About this task:
In the listing that follows, locate the line containing "0 all checks" and the line containing "if args.command is". Retype exactly those two lines and every line between them, and nothing more.

Entries provided:

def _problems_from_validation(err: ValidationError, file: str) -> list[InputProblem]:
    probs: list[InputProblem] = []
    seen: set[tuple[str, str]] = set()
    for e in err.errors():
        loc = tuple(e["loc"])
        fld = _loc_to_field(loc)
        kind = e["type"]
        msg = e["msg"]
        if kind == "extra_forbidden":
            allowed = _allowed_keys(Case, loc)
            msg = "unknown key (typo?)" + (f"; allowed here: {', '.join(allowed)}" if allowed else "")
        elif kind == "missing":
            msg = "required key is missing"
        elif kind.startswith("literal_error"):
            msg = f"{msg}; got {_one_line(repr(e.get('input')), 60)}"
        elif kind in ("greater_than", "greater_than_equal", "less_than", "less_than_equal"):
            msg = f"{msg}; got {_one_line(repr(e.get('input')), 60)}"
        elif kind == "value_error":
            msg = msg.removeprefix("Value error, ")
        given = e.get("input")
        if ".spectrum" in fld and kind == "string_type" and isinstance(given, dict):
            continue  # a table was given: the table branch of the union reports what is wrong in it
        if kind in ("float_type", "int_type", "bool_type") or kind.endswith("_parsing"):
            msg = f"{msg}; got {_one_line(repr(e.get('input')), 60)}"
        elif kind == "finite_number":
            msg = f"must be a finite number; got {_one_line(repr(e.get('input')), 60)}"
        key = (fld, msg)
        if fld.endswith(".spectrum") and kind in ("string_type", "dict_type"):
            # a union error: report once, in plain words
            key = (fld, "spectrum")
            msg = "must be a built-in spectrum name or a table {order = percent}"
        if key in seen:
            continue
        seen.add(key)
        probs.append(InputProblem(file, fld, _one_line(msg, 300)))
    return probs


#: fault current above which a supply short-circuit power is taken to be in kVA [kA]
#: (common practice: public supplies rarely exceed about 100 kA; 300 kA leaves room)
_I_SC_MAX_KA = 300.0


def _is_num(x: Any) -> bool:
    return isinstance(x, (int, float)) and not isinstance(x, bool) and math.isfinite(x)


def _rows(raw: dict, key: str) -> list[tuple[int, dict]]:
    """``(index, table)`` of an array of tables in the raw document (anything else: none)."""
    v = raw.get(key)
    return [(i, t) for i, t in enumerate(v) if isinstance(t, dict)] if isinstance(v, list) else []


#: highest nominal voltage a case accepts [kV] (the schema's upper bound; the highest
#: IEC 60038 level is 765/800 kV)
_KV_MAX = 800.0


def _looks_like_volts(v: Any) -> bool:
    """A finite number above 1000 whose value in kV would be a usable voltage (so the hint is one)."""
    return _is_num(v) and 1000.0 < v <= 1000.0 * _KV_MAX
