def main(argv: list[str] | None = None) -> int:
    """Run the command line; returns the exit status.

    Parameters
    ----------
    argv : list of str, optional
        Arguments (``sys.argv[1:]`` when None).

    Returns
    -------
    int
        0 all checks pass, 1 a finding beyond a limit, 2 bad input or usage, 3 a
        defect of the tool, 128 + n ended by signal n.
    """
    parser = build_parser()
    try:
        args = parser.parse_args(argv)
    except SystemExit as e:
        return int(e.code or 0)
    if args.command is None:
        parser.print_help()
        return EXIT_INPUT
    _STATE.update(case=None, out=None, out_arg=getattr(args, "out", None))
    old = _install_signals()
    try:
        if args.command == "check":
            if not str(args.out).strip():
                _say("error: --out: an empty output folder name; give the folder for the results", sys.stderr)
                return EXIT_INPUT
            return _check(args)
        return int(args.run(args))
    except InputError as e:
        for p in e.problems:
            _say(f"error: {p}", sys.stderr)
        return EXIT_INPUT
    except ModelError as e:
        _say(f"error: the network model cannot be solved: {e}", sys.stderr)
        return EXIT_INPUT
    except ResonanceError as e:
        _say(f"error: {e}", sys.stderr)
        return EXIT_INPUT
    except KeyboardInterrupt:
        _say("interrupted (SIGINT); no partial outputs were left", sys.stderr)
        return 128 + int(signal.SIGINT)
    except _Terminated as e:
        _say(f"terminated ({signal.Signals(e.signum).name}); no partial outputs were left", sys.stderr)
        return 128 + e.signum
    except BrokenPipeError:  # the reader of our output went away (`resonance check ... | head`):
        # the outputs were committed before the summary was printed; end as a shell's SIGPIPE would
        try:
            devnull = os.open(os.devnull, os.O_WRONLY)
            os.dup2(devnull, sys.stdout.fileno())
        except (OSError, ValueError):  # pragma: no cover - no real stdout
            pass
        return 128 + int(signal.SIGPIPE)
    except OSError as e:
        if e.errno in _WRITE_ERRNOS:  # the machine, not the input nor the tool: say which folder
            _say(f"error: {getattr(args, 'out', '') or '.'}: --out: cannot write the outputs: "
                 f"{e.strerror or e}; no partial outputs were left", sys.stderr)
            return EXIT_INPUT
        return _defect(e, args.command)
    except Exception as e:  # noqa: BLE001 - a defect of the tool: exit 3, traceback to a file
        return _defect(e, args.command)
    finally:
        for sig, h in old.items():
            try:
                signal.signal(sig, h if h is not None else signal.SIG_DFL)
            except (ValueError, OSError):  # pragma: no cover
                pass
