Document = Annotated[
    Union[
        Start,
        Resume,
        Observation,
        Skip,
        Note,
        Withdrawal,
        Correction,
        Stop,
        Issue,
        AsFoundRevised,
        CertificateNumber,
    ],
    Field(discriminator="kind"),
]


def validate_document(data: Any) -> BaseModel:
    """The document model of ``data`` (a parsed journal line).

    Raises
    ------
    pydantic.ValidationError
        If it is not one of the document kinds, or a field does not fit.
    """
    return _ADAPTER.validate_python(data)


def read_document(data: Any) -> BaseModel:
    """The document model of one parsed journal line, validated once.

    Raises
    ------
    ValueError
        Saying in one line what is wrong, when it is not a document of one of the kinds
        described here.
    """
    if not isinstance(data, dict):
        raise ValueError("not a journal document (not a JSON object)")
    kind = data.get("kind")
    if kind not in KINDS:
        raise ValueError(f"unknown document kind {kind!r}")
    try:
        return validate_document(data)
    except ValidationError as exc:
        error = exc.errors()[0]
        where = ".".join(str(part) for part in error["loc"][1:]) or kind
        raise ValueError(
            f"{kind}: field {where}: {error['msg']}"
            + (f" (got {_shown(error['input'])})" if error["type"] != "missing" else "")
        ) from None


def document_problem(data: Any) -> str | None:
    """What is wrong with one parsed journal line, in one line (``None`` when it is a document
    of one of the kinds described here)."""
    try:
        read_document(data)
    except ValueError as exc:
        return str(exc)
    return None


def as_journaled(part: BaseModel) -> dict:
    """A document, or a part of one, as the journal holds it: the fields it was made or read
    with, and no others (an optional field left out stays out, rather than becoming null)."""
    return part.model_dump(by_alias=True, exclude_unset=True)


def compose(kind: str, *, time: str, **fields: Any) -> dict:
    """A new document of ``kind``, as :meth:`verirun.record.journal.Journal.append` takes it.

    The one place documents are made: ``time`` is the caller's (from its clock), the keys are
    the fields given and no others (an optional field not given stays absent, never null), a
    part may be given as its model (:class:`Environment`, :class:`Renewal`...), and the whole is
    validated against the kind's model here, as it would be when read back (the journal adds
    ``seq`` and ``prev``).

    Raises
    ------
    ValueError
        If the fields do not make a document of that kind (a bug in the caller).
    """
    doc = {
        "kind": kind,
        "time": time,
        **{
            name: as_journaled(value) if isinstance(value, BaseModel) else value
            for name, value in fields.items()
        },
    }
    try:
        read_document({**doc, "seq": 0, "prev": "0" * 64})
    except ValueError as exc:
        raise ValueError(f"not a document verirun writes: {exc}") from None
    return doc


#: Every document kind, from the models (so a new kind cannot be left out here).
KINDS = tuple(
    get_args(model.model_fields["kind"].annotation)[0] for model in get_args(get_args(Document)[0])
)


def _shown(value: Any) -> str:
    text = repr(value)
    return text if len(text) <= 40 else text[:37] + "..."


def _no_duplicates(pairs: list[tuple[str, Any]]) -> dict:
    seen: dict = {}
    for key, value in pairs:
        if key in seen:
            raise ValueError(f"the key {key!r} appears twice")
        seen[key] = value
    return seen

Expected answer:
        0 all checks pass, 1 a finding beyond a limit, 2 bad input or usage, 3 a
        defect of the tool, 128 + n ended by signal n.
    """
    parser = build_parser()
    try:
        args = parser.parse_args(argv)
    except SystemExit as e:
        return int(e.code or 0)
    if args.command is None:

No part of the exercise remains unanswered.